### ACTIVITY
The answer is a stretch of the material below, returned exactly: the line containing "filename src/features/looks/api/duplicate-look.ts", the line containing "request without following", and all lines between.

++++++

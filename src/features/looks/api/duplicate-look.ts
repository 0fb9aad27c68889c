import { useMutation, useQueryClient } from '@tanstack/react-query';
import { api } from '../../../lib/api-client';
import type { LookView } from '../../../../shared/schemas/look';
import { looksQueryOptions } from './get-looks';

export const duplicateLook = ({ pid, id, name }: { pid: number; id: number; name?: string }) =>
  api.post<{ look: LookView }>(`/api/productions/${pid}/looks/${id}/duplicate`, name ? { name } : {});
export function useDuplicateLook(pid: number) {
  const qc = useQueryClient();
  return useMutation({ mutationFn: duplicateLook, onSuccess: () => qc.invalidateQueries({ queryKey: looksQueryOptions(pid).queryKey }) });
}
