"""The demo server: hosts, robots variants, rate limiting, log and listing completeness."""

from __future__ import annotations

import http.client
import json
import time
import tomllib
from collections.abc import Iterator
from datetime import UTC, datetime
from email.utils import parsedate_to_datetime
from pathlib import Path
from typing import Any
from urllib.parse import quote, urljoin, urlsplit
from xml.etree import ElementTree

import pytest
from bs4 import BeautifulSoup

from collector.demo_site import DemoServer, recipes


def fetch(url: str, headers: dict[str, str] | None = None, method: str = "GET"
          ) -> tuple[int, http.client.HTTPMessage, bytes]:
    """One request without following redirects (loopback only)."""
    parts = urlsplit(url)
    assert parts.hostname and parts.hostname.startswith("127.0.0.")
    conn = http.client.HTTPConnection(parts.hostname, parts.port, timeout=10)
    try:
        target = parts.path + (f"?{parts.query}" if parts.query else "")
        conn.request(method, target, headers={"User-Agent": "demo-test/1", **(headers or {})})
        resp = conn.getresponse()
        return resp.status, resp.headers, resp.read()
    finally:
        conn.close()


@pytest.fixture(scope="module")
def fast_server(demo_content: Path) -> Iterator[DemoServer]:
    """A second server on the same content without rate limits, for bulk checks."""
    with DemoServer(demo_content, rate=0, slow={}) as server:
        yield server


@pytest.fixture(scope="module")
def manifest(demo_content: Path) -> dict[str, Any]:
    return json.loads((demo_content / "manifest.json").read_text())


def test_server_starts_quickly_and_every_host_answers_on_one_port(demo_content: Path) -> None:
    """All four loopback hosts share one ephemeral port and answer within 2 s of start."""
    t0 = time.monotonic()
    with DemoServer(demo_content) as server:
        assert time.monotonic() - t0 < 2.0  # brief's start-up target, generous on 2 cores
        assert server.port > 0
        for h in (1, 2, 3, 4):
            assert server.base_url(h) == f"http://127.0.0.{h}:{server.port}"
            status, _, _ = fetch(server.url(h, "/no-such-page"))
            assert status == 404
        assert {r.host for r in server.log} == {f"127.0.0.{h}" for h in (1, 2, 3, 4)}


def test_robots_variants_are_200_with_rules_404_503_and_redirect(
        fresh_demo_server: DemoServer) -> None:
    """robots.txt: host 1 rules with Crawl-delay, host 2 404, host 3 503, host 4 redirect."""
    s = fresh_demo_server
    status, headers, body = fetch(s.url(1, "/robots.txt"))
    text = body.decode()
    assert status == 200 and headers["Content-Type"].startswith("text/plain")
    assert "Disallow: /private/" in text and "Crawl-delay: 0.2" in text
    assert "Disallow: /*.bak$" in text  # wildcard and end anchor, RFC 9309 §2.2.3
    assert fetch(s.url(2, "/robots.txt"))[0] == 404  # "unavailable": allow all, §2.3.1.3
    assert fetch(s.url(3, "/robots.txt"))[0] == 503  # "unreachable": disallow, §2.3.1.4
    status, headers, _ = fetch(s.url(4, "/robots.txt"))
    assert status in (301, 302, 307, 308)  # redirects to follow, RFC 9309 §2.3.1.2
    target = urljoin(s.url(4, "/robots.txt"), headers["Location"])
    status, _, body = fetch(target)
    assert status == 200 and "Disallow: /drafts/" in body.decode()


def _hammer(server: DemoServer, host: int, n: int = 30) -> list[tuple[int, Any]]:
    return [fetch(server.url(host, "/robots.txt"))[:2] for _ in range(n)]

++++++

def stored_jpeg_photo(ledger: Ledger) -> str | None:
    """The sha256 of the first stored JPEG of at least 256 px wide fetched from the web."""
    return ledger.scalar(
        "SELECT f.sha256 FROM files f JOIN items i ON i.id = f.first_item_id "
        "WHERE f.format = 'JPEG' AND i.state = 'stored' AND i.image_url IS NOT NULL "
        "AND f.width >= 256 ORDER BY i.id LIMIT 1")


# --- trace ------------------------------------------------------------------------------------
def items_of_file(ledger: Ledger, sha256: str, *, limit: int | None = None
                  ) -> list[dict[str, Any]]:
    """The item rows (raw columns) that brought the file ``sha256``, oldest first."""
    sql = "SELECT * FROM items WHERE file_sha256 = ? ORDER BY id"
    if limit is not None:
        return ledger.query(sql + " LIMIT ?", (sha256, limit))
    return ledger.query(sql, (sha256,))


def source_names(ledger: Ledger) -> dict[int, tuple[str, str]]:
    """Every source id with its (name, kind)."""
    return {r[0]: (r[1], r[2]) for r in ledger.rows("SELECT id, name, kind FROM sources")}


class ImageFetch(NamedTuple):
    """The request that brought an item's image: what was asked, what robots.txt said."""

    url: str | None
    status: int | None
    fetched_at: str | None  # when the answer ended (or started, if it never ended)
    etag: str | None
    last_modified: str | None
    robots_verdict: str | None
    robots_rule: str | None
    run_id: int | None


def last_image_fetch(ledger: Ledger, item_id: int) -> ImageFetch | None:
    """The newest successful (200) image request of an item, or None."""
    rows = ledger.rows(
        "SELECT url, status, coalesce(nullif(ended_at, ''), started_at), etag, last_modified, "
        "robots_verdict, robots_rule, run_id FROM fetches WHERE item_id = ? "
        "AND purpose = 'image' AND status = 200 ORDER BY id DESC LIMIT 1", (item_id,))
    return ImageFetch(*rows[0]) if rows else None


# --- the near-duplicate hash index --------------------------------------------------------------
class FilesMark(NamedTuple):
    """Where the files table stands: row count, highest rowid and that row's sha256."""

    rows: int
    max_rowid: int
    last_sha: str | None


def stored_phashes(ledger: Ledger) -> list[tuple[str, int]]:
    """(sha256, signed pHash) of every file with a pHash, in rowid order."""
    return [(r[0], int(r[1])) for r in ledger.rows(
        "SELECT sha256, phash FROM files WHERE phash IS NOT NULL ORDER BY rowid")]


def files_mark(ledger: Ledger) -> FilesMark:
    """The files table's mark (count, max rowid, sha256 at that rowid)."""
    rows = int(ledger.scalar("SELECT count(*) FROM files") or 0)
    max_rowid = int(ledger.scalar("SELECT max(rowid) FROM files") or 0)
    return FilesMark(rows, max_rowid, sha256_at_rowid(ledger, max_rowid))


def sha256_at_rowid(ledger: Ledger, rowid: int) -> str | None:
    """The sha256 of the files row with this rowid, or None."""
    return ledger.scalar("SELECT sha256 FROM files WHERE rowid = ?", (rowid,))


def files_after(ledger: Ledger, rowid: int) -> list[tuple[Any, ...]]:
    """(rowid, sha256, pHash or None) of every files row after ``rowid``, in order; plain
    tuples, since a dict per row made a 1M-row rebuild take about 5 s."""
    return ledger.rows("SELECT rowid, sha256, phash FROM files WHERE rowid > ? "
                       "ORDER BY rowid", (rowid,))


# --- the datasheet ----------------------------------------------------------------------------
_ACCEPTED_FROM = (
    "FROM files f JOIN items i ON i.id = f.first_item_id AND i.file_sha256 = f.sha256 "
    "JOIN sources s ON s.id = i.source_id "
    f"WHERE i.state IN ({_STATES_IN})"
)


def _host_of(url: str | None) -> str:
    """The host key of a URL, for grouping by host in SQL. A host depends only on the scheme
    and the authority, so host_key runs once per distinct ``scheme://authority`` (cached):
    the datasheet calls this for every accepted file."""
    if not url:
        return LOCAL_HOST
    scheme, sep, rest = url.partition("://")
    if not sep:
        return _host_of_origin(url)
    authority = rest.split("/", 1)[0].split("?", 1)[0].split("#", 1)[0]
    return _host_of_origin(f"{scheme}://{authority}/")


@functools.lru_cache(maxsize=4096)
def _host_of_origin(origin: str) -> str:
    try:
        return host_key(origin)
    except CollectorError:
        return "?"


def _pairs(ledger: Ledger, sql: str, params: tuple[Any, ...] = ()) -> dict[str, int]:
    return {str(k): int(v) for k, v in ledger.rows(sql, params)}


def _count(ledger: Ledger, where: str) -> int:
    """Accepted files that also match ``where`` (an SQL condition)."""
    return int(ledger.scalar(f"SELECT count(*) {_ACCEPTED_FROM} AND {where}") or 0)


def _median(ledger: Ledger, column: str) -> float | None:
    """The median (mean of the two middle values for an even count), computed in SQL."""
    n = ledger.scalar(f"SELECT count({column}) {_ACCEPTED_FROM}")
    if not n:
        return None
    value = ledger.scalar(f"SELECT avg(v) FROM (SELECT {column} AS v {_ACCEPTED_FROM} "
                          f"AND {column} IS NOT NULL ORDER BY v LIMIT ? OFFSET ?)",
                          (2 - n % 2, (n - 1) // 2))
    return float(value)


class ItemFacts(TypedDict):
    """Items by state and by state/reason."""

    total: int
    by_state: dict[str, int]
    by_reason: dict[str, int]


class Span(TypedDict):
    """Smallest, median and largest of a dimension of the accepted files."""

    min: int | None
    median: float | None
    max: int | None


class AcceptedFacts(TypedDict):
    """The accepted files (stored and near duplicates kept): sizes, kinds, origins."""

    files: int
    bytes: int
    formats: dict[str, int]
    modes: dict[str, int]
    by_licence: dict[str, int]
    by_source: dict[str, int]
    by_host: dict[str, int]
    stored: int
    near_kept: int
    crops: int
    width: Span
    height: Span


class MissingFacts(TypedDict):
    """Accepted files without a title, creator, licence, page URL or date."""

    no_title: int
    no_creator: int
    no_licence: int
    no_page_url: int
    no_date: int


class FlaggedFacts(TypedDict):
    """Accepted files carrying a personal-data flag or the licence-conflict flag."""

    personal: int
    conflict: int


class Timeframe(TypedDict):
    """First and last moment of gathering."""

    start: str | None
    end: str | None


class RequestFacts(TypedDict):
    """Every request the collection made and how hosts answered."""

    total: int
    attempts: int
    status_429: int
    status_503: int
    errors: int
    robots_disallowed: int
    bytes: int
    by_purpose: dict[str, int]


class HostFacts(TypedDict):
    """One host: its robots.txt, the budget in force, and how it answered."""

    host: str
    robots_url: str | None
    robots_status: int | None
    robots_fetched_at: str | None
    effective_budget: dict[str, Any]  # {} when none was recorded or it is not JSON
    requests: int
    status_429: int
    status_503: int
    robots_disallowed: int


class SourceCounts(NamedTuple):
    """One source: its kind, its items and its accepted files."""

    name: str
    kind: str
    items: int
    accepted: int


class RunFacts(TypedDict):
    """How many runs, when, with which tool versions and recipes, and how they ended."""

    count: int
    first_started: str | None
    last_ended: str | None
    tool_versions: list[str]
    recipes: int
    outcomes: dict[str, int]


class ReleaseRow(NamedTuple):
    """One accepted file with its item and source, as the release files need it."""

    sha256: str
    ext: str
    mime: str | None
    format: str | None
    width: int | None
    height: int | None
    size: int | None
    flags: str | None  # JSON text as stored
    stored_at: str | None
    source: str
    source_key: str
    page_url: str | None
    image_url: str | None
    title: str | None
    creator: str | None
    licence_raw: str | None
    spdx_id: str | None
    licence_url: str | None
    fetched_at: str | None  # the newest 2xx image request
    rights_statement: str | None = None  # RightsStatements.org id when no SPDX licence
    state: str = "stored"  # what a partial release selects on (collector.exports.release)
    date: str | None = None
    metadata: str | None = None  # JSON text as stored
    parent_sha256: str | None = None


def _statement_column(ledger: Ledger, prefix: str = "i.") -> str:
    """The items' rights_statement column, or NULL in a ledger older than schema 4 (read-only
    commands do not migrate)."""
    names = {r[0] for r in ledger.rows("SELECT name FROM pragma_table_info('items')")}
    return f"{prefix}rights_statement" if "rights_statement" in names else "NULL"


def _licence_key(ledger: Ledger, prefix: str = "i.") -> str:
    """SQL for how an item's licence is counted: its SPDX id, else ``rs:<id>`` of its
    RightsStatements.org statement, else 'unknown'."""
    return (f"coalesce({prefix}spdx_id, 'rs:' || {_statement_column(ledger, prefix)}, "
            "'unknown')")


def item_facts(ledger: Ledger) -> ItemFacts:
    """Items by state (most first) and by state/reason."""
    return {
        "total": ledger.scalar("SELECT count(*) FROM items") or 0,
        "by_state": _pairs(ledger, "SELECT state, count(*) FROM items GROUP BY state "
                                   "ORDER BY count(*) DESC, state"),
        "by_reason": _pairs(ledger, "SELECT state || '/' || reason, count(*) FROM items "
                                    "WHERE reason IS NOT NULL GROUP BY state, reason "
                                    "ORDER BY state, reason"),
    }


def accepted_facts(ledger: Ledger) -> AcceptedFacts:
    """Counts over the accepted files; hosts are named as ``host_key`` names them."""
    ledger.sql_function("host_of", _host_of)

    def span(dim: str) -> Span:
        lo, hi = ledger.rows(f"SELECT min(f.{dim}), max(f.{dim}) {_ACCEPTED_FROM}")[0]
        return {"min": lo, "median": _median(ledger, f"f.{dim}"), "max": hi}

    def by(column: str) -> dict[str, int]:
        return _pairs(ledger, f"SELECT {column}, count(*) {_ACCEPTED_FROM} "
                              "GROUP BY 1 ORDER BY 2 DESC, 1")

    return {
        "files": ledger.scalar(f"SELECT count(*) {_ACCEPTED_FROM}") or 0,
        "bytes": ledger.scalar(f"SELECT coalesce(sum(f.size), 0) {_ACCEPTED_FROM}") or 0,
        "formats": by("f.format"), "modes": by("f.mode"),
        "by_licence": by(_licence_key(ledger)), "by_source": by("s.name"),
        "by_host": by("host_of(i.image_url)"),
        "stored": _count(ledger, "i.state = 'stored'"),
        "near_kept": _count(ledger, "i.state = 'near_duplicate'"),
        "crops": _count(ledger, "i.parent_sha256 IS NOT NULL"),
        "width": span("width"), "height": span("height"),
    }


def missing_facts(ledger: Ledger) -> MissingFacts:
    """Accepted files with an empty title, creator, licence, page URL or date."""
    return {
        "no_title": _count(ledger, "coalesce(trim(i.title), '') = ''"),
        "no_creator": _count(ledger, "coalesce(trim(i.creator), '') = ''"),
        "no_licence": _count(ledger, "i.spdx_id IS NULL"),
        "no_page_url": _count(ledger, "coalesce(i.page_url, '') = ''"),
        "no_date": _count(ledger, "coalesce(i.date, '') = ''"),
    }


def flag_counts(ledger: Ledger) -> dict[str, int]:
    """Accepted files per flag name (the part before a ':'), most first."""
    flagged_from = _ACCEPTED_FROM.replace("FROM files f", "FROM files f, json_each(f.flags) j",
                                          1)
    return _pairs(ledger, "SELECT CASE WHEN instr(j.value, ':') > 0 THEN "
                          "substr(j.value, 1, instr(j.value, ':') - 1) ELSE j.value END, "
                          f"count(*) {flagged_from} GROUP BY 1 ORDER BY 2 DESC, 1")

++++++

### ANSWER FOR THIS EXERCISE
filename src/features/looks/api/duplicate-look.ts
repository 0fb9aad27c68889c
import { useMutation, useQueryClient } from '@tanstack/react-query';
import { api } from '../../../lib/api-client';
import type { LookView } from '../../../../shared/schemas/look';
import { looksQueryOptions } from './get-looks';

export const duplicateLook = ({ pid, id, name }: { pid: number; id: number; name?: string }) =>
  api.post<{ look: LookView }>(`/api/productions/${pid}/looks/${id}/duplicate`, name ? { name } : {});
export function useDuplicateLook(pid: number) {
  const qc = useQueryClient();
  return useMutation({ mutationFn: duplicateLook, onSuccess: () => qc.invalidateQueries({ queryKey: looksQueryOptions(pid).queryKey }) });
}
"""The demo server: hosts, robots variants, rate limiting, log and listing completeness."""

from __future__ import annotations

import http.client
import json
import time
import tomllib
from collections.abc import Iterator
from datetime import UTC, datetime
from email.utils import parsedate_to_datetime
from pathlib import Path
from typing import Any
from urllib.parse import quote, urljoin, urlsplit
from xml.etree import ElementTree

import pytest
from bs4 import BeautifulSoup

from collector.demo_site import DemoServer, recipes


def fetch(url: str, headers: dict[str, str] | None = None, method: str = "GET"
          ) -> tuple[int, http.client.HTTPMessage, bytes]:
    """One request without following redirects (loopback only)."""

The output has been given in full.